As is clear from Table 4, by mixing various cyclodextrin mixtures containing α-cyclodextrin and monoglyceride to form an insoluble portion, and then removing the monoglyceride from the resulting insoluble matter, high Purity of α-cyclodextrin can be obtained.

Claims (1)

[Claims] 1. Mixing various cyclodextrin mixtures containing α-cyclodextrin and monoglyceride in the presence of water to form an insoluble part, and then removing the monoglyceride from the obtained insoluble part. α characterized by
- A method for purifying cyclodextrin. 2. The purification method according to claim 1, wherein the potassium monoglyceride is a saturated monoglyceride, an unsaturated monoglyceride, or a mixture thereof. 3.Claim 1 or 2, wherein various cyclodextrin mixtures containing α-cyclodextrin and monoglycerides are mixed in a temperature range where each monoglyceride melts.
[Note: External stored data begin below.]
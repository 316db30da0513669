import { extname } from 'node:path';
import { FileError } from './fileError.ts';
import { isOpaque } from './opaque.ts';
import type { OutputFormat } from './photoFile.ts';
import type { PixelHolder } from './pictureRows.ts';

const formatOfExtension: Record<string, OutputFormat> = {
  '.jpg': 'jpeg',
  '.jpeg': 'jpeg',
  '.png': 'png',
  '.tif': 'tiff',
  '.tiff': 'tiff',
  '.webp': 'webp',
};

/** The usual extension of each format. */
export const extensionOf: Record<OutputFormat, string> = {
  jpeg: '.jpg',
  png: '.png',
  tiff: '.tif',
  webp: '.webp',
};

const nameOf: Record<OutputFormat, string> = { jpeg: 'JPEG', png: 'PNG', tiff: 'TIFF', webp: 'WebP' };

/** The longest edge a format can store. */
const longestEdgePx: Record<OutputFormat, number> = {
  jpeg: 65_535,
  png: 2 ** 31 - 1,
  tiff: 2 ** 31 - 1,
  webp: 16_383,
};

/** @throws FileError with the list of extensions where the name has none of them */
export function outputFormatFor(path: string): OutputFormat {
  const extension = extname(path);
  const format = formatOfExtension[extension.toLowerCase()];
  if (format) return format;
  throw new FileError(
    path,
    extension
      ? `"${extension}" is not a format written here`
      : 'the name has no extension to tell the format',
    `Use one of ${Object.keys(formatOfExtension).join(', ')}.`,
  );
}

/** The bits a channel to paint at, so that the file holds what was painted. */
export function outputDepth(format: OutputFormat, wanted: 8 | 16): 8 | 16 {
  return format === 'png' || format === 'tiff' ? wanted : 8;
}

/**
 * Refuses a picture that a format cannot hold. Worth asking before painting: the painting has the photo's size
 * and alpha.
 * @throws FileError
 */
export async function assertFormatHolds(
  path: string,
  picture: PixelHolder & { space?: 'RGB' | 'CMYK' },
  signal?: AbortSignal,
  format: OutputFormat = outputFormatFor(path),
): Promise<void> {
  assertSizeFits(path, picture, format);
  if (format === 'jpeg' && picture.space !== 'CMYK' && !(await isOpaque(picture, signal)))
    throw new FileError(
      path,
      'the picture is partly transparent, which JPEG cannot hold',
      'Choose PNG, TIFF or WebP.',
    );
}

/** @throws FileError where a format does not hold so many pixels an edge */
export function assertSizeFits(
  path: string,
  { widthPx, heightPx }: { widthPx: number; heightPx: number },
  format: OutputFormat,
): void {
  const edgePx = Math.max(widthPx, heightPx);
  if (edgePx > longestEdgePx[format])
    throw new FileError(
      path,
      `${nameOf[format]} holds at most ${longestEdgePx[format]} pixels an edge, this picture has ${edgePx}`,
      'Choose TIFF or PNG.',
    );
}
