import type { CarriedParts } from './carriedParts.ts';

const mark = {
  startOfImage: 0xd8,
  app0: 0xe0,
  app1: 0xe1,
  app2: 0xe2,
  app14: 0xee,
  app15: 0xef,
  comment: 0xfe,
};
const longestPayload = 0xffff - 2;

function segment(marker: number, ...payload: Uint8Array[]): Uint8Array {
  const body = Buffer.concat(payload);
  const head = Buffer.from([0xff, marker, 0, 0]);
  head.writeUInt16BE(body.length + 2, 2);
  return Buffer.concat([head, body]);
}

function jfifSegment(densityPpi: number | undefined): Uint8Array {
  const body = Buffer.from('JFIF\0\x01\x02\0\0\x01\0\x01\0\0', 'latin1');
  if (densityPpi) {
    const perInch = 1;
    const density = Math.max(1, Math.min(0xffff, Math.round(densityPpi)));
    body.writeUInt8(perInch, 7);
    body.writeUInt16BE(density, 8);
    body.writeUInt16BE(density, 10);
  }
  return segment(mark.app0, body);
}

/** A profile longer than one segment is cut into numbered pieces (ICC.1, annex B). */
function profileSegments(profile: Uint8Array): Uint8Array[] {
  const name = Buffer.from('ICC_PROFILE\0', 'latin1');
  const pieceBytes = longestPayload - name.length - 2;
  const pieces = Math.ceil(profile.length / pieceBytes);
  return Array.from({ length: pieces }, (_, k) =>
    segment(
      mark.app2,
      name,
      Uint8Array.of(k + 1, pieces),
      profile.subarray(k * pieceBytes, (k + 1) * pieceBytes),
    ),
  );
}

/** The longest profile and EXIF block a JPEG can carry. */
export const jpegLimits = { profileBytes: 255 * (longestPayload - 14), exifBytes: longestPayload - 6 };

/**
 * A JPEG from the encoder with density, EXIF and profile put before its pixels, as pieces to be written one
 * after the other: the compressed pixels are not copied.
 */
export function jpegWithParts(encoded: Uint8Array, parts: CarriedParts): Uint8Array[] {
  const pieces = [encoded.subarray(0, 2), jfifSegment(parts.densityPpi)];
  let at = 2;
  while (encoded[at] === 0xff && encoded[at + 1] >= mark.app0 && encoded[at + 1] <= mark.app15) {
    const end = at + 2 + ((encoded[at + 2] << 8) | encoded[at + 3]);
    // Tells readers how colours were coded (ITU-T T.872); of four inks, that 0 is full ink, as is usual.
    if (encoded[at + 1] === mark.app14) pieces.push(encoded.subarray(at, end));
    at = end;
  }
  if (parts.exif) pieces.push(segment(mark.app1, Buffer.from('Exif\0\0', 'latin1'), parts.exif));
  if (parts.iccProfile) pieces.push(...profileSegments(parts.iccProfile));
  pieces.push(encoded.subarray(at));
  return pieces;
}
Purification method as described. 4. Claim 1, wherein after dissolving the insoluble portion in a solvent containing a soluble solvent as a main component, the monoglyceride is diluted with an excess solvent in which the monoglyceride is poorly soluble or insoluble, and the resulting precipitate is removed.
5. The purification method according to claim 4, wherein the soluble solvent in the insoluble portion is at least one selected from pyridine, dimethylformamide, dimethyl sulfoxide, and formamide. 6. The purification method according to claim 1, wherein the undissolved portion is dispersed and dissolved in a substance with a boiling point higher than that of the monoglyceride, and the monoglyceride is distilled off under reduced pressure or normal pressure. 7. The purification method according to claim 5, wherein the monoglyceride is distilled off by steam distillation under reduced pressure or the like.